You startle awake each time your stomach aches. That broccoli is still bothering you, and your covers are too light. Your loved one is sleeping beside you, they wake lightly and tuck the covers around you again. You snuggle up to their warmth, but you whimper because your gassy stomach is still bothering you. Your loved one rubs your lower tummy gently in a clockwise motion, encouraging the gas to make its way through your body. They pat your back rhythmically, encouraging a little burp, as well. You're not as bothered by the gas now. Your needs were met. You feel secure, safe and comfortable, and you settle back to sleep.

You wake occasionally, jumping up onto your knees, ready to crawl, because your legs are restless, twitching and itchy. Your loved one's hands settle you back into your place, where you snuggle again, mind whirling with thoughts of your big promotion, legs twitching. You hear a quiet chuckle, and feel gentle hands massaging your tense legs until they're loose again. You clutch their fingers as you fall asleep.

You wake slightly and realize you're hungry, that your stomach has already emptied its contents, and that you need a small snack. You cry out for milk, your loved one provides it, and you suckle until your thirst and hunger is slaked.

You drift into an an easy, deep sleep, your tummy filled, your needs met, and your mind untroubled.

Who are you?

You are a baby that stood up on your own for the first time today.

Your loved one is your mother.
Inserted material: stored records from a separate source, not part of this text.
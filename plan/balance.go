package plan

import (
	"scalerisk/saturation"
	"scalerisk/water"
)

// BalanceInput is a makeup or circulating sample kept for the pair
// balances, with the blowdown (m³/h, 0 for none) that gives its deficits
// in kg/day.
type BalanceInput struct {
	Water    water.Analysis
	Blowdown float64
}

// Balances keep the makeup and circulating (recirculating or blowdown)
// waters of a report as they come, and balance their pairs at the end.
// Only these waters are kept: a report's memory stays bounded by them.
type Balances struct {
	inputs []BalanceInput
}

// Keep keeps a for the balances when it has a makeup or circulating role
// (water.Role); other waters take no part.
func (bs *Balances) Keep(a water.Analysis, blowdown float64) {
	if a.Role == water.RoleMakeup || a.Role.Circulating() {
		bs.inputs = append(bs.inputs, BalanceInput{Water: a, Blowdown: blowdown})
	}
}

// PairBalance is the mass balance of one makeup–tower pair, or why it
// could not be made.
type PairBalance struct {
	Makeup, Tower string // sample names
	// SameDate is false when only the system column paired them.
	SameDate bool
	// Blowdown is the tower's blowdown, m³/h, behind the kg/day figures
	// (0: none given).
	Blowdown float64
	Balance  *saturation.Balance // nil when Err != nil
	Err      error
}

// Pairs pairs the waters kept (water.Pairs: by role, system and date) and
// balances each pair with saturation.BalanceOf, in the order of the tower
// samples; the notes say which circulating samples found no makeup.
func (bs *Balances) Pairs() ([]PairBalance, []string) {
	waters := make([]water.Analysis, len(bs.inputs))
	for i, in := range bs.inputs {
		waters[i] = in.Water
	}
	pairs, notes := water.Pairs(waters)
	out := make([]PairBalance, 0, len(pairs))
	for _, p := range pairs {
		m, t := bs.inputs[p.Makeup], bs.inputs[p.Tower]
		pb := PairBalance{Makeup: m.Water.Name, Tower: t.Water.Name, SameDate: p.SameDate, Blowdown: t.Blowdown}
		pb.Balance, pb.Err = saturation.BalanceOf(m.Water, t.Water, t.Blowdown)
		out = append(out, pb)
	}
	return out, notes
}
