// sweepNotes returns the warnings of the charts' points (a constant used
// beyond its fitted temperature range on the way to the skin temperature,
// say) that the sample's own warnings do not already say, once each.
func sweepNotes(sw *sweepSet, have []string) []string {
	seen := map[string]bool{}
	for _, w := range have {
		seen[w] = true
	}
	var out []string
	for _, pts := range [][]saturation.Point{sw.temp, sw.cycles, sw.dose} {
		for _, p := range pts {
			if p.Result == nil {
				continue
			}
			for _, w := range p.Result.Warnings {
				// The same note at the next point differs only in its
				// numbers: keep the first, where it starts to apply.
				key := digits.ReplaceAllString(w, "#")
				if !seen[w] && !seen[key] {
					seen[w], seen[key] = true, true
					out = append(out, "On the charts, from the first point it applies to: "+w)
				}
			}
		}
	}
	return out
}

// sweepSet is what the charts of one sample show: its saturation state
// over temperature, cycles of concentration, reagent dose, and the grid of
// temperature and cycles, as computed by saturation.Sweep.
type sweepSet struct {
	bulk, hot float64 // temperature axis, °C
	temp      []saturation.Point
	cycles    []saturation.Point
	maxCycles float64
	// fromSearch reports that cycles are the points of the treatment's
	// highest-cycles search rather than a sweep.
	fromSearch bool
	dose       []saturation.Point
	maxDose    float64
	gridT      []float64
	gridC      []float64
	grid       []saturation.Point
	minerals   []saturation.MineralResult // the minerals charted
	err        error                      // the water could not be swept
	failed     int                        // points that could not be computed
	total      int
	firstErr   error // of the first point that could not be computed
}

// Points of the sweeps.
const (
	tempPoints  = 15
	cyclePoints = 15
	dosePoints  = 13
	gridSide    = 8
)

func (b *builder) sweeps(index int, s ReportSample) *sweepSet {
	r := s.Result
	opt := b.o.Speciation
	sw := &sweepSet{bulk: r.Temperature, maxCycles: b.o.maxCycles()}
	sw.hot = b.o.skin()
	if sw.hot < sw.bulk+5 {
		sw.hot = sw.bulk + 20
	}
	temps := saturation.Range(sw.bulk, sw.hot, tempPoints)
	var err error
	if sw.temp, err = saturation.Sweep(s.Input, saturation.Axis{Var: saturation.VaryTemperature, Values: temps}, nil, opt); err != nil {
		sw.err = err
		return sw
	}
	if t := s.Treatment; t != nil && t.Cycles != nil && len(t.Cycles.Points) > 1 {
		// The points of the highest-cycles search, under its carbonate rule.
		sw.fromSearch = true
		sw.maxCycles = 1
		for _, p := range t.Cycles.Points {
			sw.cycles = append(sw.cycles, saturation.Point{X: p.Cycles, Y: math.NaN(), Result: p.Result, Err: p.Err})
			sw.maxCycles = math.Max(sw.maxCycles, p.Cycles)
		}
	} else {
		sw.cycles, err = saturation.Sweep(s.Input, saturation.Axis{Var: saturation.VaryCycles,
			Values: saturation.Range(1, sw.maxCycles, cyclePoints), Rule: b.o.CyclesRule}, nil, opt)
		if err != nil {
			sw.err = err
			return sw
		}
	}
	sw.maxDose = b.o.MaxDose
	if sw.maxDose == 0 {
		sw.maxDose = autoDose(r, b.reagent, b.o.Strength)
	}
	sw.dose, err = saturation.Sweep(s.Input, saturation.Axis{Var: saturation.VaryDose,
		Values: saturation.Range(0, sw.maxDose, dosePoints), Reagent: b.reagent, Strength: b.o.Strength}, nil, opt)
	if err != nil {
		sw.err = err
		return sw
	}
	sw.gridT = saturation.Range(sw.bulk, sw.hot, gridSide)
	sw.gridC = saturation.Range(1, sw.maxCycles, gridSide)
	sw.grid, err = saturation.Sweep(s.Input, saturation.Axis{Var: saturation.VaryTemperature, Values: sw.gridT},
		&saturation.Axis{Var: saturation.VaryCycles, Values: sw.gridC, Rule: b.o.CyclesRule}, opt)
	if err != nil {
		sw.err = err
		return sw
	}
	results := []*saturation.Result{r}
	for _, pts := range [][]saturation.Point{sw.temp, sw.cycles, sw.dose, sw.grid} {
		for _, p := range pts {
			sw.total++
			if p.Err != nil || p.Result == nil {
				sw.failed++
				if sw.firstErr == nil {
					sw.firstErr = p.Err
				}
				continue
			}
			results = append(results, p.Result)
		}
	}
	sw.minerals = chartMinerals(results)
	return sw
}

// autoDoseShare is the share of the alkalinity the automatic dose axis
// reaches: most of it, but short of the steep fall of pH near the end
// point.
const autoDoseShare = 0.8
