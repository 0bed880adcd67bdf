package plan

import (
	"slices"

	"scalerisk/saturation"
	"scalerisk/water"
)

// ChartMineral is a mineral of ChartOrder with the components the
// laboratory must report for it to be charted.
type ChartMineral struct {
	Mineral string
	Needs   []water.Component
}

// chartOrder is the table behind ChartOrder; no code writes it.
var chartOrder = []ChartMineral{
	{"calcite", []water.Component{water.Ca}},
	{"gypsum", []water.Component{water.Ca, water.S}},
	{"silica_amorphous", []water.Component{water.Si}},
	{"barite", []water.Component{water.Ba, water.S}},
	{"celestite", []water.Component{water.Sr, water.S}},
	{"fluorite", []water.Component{water.Ca, water.F}},
	{"tricalcium_phosphate", []water.Component{water.Ca, water.P}},
}

// ChartOrder returns the fixed order of the minerals a report charts: the
// scale formers that matter for a cooling or process water (common
// practice: calcium carbonate, calcium sulfate and silica first, then the
// sulfates of barium and strontium, calcium fluoride and calcium
// phosphate), each with the components the laboratory must report for it
// to be charted. The slice and its Needs are copies: a caller may edit
// them without changing a later call.
func ChartOrder() []ChartMineral {
	out := slices.Clone(chartOrder)
	for i := range out {
		out[i].Needs = slices.Clone(out[i].Needs)
	}
	return out
}

// mineralsStep chooses the minerals the charts of a sample show: those of
// ChartOrder whose components were reported, then any other mineral past
// its limit in the sample or anywhere on its sweeps, in table order, unless
// a mineral of the same formula is already charted.
func mineralsStep(p *Sample, s Settings) error {
	prof := s.LimitProfile()
	var out []string
	for _, c := range chartOrder {
		reported := true
		for _, comp := range c.Needs {
			reported = reported && p.Input.Measured[comp]
		}
		if _, ok := p.Result.SI(c.Mineral); ok && reported {
			out = append(out, c.Mineral)
		}
	}
	past := map[string]bool{}
	results := []*saturation.Result{p.Result}
	for _, sw := range []Sweep{p.Temperature, p.Cycles, p.Dose} {
		for _, pt := range sw.Points {
			results = append(results, pt.Result)
		}
	}
	for _, r := range results {
		if r == nil {
			continue
		}
		for _, m := range r.Minerals {
			if finite(m.SI) && saturation.BandUnder(prof, m.Name, m.SI) == saturation.BeyondReach {
				past[m.Name] = true
			}
		}
	}
	formulas := map[string]bool{}
	for _, m := range p.Result.Minerals {
		if slices.Contains(out, m.Name) {
			formulas[m.Formula] = true
		}
	}
	for _, m := range p.Result.Minerals { // table order
		// A polymorph of a charted mineral (aragonite beside calcite) is
		// left to the table: it has the same limit and a lower SI.
		if past[m.Name] && !slices.Contains(out, m.Name) && !formulas[m.Formula] {
			out = append(out, m.Name)
			formulas[m.Formula] = true
		}
	}
	p.Minerals = out
	return nil
}

// Pass is a mineral that goes past its limit along a sweep.
type Pass struct {
	Sweep   string // "temperature", "cycles" or "dose"
	Mineral string
	X       float64 // the first point computed past the limit, in the axis unit
	AtStart bool    // already past at the first point
}

// passesStep finds, along the temperature, cycles and dose sweeps, the
// minerals that go past their limit under the settings' profile, and the
// first point where they do.
func passesStep(p *Sample, s Settings) error {
	prof := s.LimitProfile()
	for _, sw := range []struct {
		name string
		sw   Sweep
	}{{"temperature", p.Temperature}, {"cycles", p.Cycles}, {"dose", p.Dose}} {
		seen := map[string]bool{}
		for k, pt := range sw.sw.Points {
			if pt.Result == nil {
				continue
			}
			for _, m := range pt.Result.Minerals {
				if seen[m.Name] || !finite(m.SI) || saturation.BandUnder(prof, m.Name, m.SI) != saturation.BeyondReach {
					continue
				}
				seen[m.Name] = true
				p.Passes = append(p.Passes, Pass{Sweep: sw.name, Mineral: m.Name, X: pt.X, AtStart: k == 0})
			}
		}
	}
	return nil
}
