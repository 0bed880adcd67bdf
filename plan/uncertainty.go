package plan

import (
	"errors"

	"scalerisk/uncertainty"
)

// Uncertainty is the Monte Carlo part of a plan: the spread of the
// saturation indices and classic indices over draws of the analysis, and
// the dose and highest cycles at the settings' confidence (nil where the
// plan has no dose or cycles answer).
type Uncertainty struct {
	Assess *uncertainty.Summary
	Dose   *uncertainty.DoseSummary
	Cycles *uncertainty.CyclesSummary
}

// uncertaintyStep runs the draws of s.Uncertainty (nothing with Draws 0):
// the assessment, then the dose and cycles searches of the plan's answers
// on every draw. It runs after those searches.
func uncertaintyStep(p *Sample, s Settings) error {
	mc := s.Uncertainty
	if mc.Draws == 0 {
		return nil
	}
	u := &Uncertainty{}
	var errs []error
	var err error
	if u.Assess, err = uncertainty.Assess(p.Assessment, s.Speciation, mc); err != nil {
		errs = append(errs, err)
	}
	if d := p.DoseAnswer; d != nil && (d.Reached || d.Beyond) {
		if u.Dose, err = uncertainty.Dose(p.Input, d, s.Speciation, mc); err != nil {
			errs = append(errs, err)
		}
	}
	if c := p.CyclesAnswer; c != nil {
		if u.Cycles, err = uncertainty.Cycles(p.Input, c, s.Cycles(), 0, s.Speciation, mc); err != nil {
			errs = append(errs, err)
		}
	}
	p.Uncertainty = u
	return errors.Join(errs...)
}
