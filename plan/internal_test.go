package plan

import "testing"

// TestRoundUp: the end of the dose axis is rounded up to a twentieth of its
// power of ten (the rule of AutoDose; no outside source: a layout rule).
func TestRoundUp(t *testing.T) {
	for _, c := range []struct{ x, want float64 }{{153, 155}, {1234, 1250}, {7.12, 7.15}, {100, 100}} {
		if got := roundUp(c.x); got != c.want {
			t.Errorf("roundUp(%g) = %g, want %g", c.x, got, c.want)
		}
	}
}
She's been sleeping beside you since the day you were born, and she knows every twitch of your body, every one of your breathing patterns, and how often you're hungry and thirsty during the night. She knows you had a big day, and she is prepared for a night of disrupted sleep. She knows that you'll need to process your big development in your own way, and that she can just be there to guide you through the night without forcing anything. She trusts her own instincts. After she's had some time to herself, to refresh her mind and spirit, she settles into bed next to you, taking note of your furrowed brow, your twitching legs, and the sound of little gas bubbles in your tummy, and knows you'll need soothing during the night.

When you wake up in the morning, you are overjoyed to see the love of your life again! You reach up to pat her face as you get your fill of milk, your tummy comfortable and full. You jump up into a crawl immediately after eating, and find her body makes an excellent playground. She smiles happily, knowing she did the right thing.